Continuing the discussion from Str.dedent vs str.removeindent:
I have been wondering, given my own distaste for those methods (explained earlier in that thread) - have there been any surveys of the use of text-like
bytes methods in 3.x code “in the wild”? I understand that it doesn’t accomplish much to just remove existing functionality (I can’t see how it would meaningfully allow for optimization), and I assume that changing the
repr for the type is a non-starter - which is why I’m not posting in Ideas or anything.
But I’d be interested to see some motivating examples for why so much support was kept around for (mis-)treating
bytes as a textual type. I thought that a big part of the reason for bumping the major version number and introducing all the breaking changes at once, was exactly so that people would be forced to confront those kinds of bad habits.
Are you looking for justification for string like API fir bytes?
I work on HTTP requests with python and use bytes objects and their string like methods all the time. You can see that type of usage in the twisted library for example.
Yes, precisely that sort of thing. I was hoping for more concrete references, because I don’t really know where exactly to look.
From my point of view its a mandatory feature to have strings like methods on bytes.
The core devs also felt the same when the methods where added.
As we all know a lot of care is taken to not increase the costs of maintaining python.
Are you saying that these decisions where wrong?
@kknechtel was very clear about what they were asking:
As such I find this counter question extremely confusing.
I don’t have in the wild examples, but I do like having the string-ish ‘strip” methods available, since you can specify what to remove. Upper/lower-casing always seemed a little weird to me, though.
The reason was to make some breaking changes that we thought made sense while still trying to make it somewhat reasonable to port preexisting code over. Since
str in Python 2 was being used for binary data already, ripping out methods people were using for bytes-like data from
bytes itself would have made the transition even harder. Hence why Python 3
bytes is effectively Python 2
bytes and bytearray ‘text’ methods are most needed for low-level operations where one reads a block, examines and maybe alters some bytes, and retransmits – and speed is essential. For most Python programmers who enjoy the object model, working directly in encoded bytes – and sometimes bits – is not as fun. But we should appreciate the people who do such work.
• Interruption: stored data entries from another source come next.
"""Weather over time: years of synthetic rain fades (ITU-R P.1853) against the passes of the real orbit.

The trade picks a design at one availability; this study flies it through time. Pieces of work are
(site, year): each piece propagates the orbit over its year, synthesizes that year's rain attenuation
at the site, and evaluates the design's margin at every visible step. The pieces are pure functions
of their inputs and of a seed key ``(seed, site index, band index, year)``, so the answer is the same
on any number of workers (:mod:`tradeopt.study.cluster`). The client then merges the sites (one
downlink at a time) and runs the onboard store through time (:mod:`tradeopt.mission.storage`).

What is synthesized in time and what is statistical (the cost choice)
----------------------------------------------------------------------
* Rain attenuation: synthesized, ITU-R P.1853-1 (itur 0.4.0), at each site's synthesis elevation (its
  budget elevation: the mask, or a geostationary slot's real elevation), one series per (site, year),
  then carried to the instantaneous elevation by the ratio of ITU-R P.618 rain attenuations exceeded
  at the scenario's unavailability at the two elevations (:func:`tradeopt.physics.fades.rain_elevation_ratio`).
* Gases, clouds and scintillation: taken from the statistical models at the scenario's availability
  at the instantaneous elevation (ITU-R P.676, P.840 and P.618 section 2.4, as in the budget), held
  in time. Their full time-series synthesis (P.1853 total attenuation) costs about 80 s per simulated
  day in itur 0.4.0, four orders of magnitude over the rain synthesis; rain dominates fades at X and
  Ka band. This keeps the clear-sky part of the margin at the trade's own (conservative) value.
* Sky noise: the rise of the system noise temperature with the instantaneous gas + cloud + rain
  attenuation (ITU-R P.618 section 3, T_mr = 275 K), referred to the LNA input.

The margin at a step is the design's margin with these terms at that elevation and range (free-space
loss from the propagated range); the link is out when it is below 0 dB. The adaptive mode keeps the
design's symbol rate and switches, at each step, to the coded modulation of the design's catalog
family with the highest information rate whose margin is at least 0 dB.

One downlink at a time: at each step the required site in view with the highest rate carries the data
(adaptive: the highest information rate; fixed: any site where the design closes, the highest margin
first); ties go to the site listed first.
"""
from __future__ import annotations

from dataclasses import dataclass, field
from typing import Any

import numpy as np
import pandas as pd

from ..inputs.errors import InputError
from ..mission import orbit as orb
from ..mission.storage import store_timeline
from ..physics import fades, noise, path, propagation
from ..physics.units import SECONDS_PER_DAY
from ..plan.contacts import satrec_for, site_table
from ..plan.mission import CONTACT_WINDOW_WARNING_FRACTION
from ..trade.linkcalc import sky_noise_increase_at_receiver_k
from ..trade.optimize import design_ids, ground_terms, run_trade
from ..trade.space import site_geometry, site_terms_for_apertures
from .cluster import ExecutionOptions, run_pieces, study_client

__all__ = ["SiteLink", "SimulationSetup", "SimulationResult", "PieceResult", "simulate", "simulation_setup",
           "simulate_piece", "DAYS_PER_YEAR", "EXCEEDANCE_PERCENT", "check_simulation_args", "diversity_notes"]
HTTP headers are defined as case-blind ASCII.
It common to see a header written as camel case but compared as lower case.
header = b’ContentLength: 457’
If header.split(b’:’).lower() == b’contentlength’:
That makes sense, today I learned! Great example.
At work we execute bytes.lower around 650x10**9 times a day I estimate.
I’m intrigued by the specificity there, is that actually a meaningful estimate or just a random large number?
Its based on the transaction rate we process with an assumption about the number of headers on each HTTP request on average.
I used 10 headers on the request and 10 on the response.
I seem to remember Mercurial was a big proponent of string-like bytes methods, and holdout on Python 3 migration until
bytes % args was added in Python 3.5.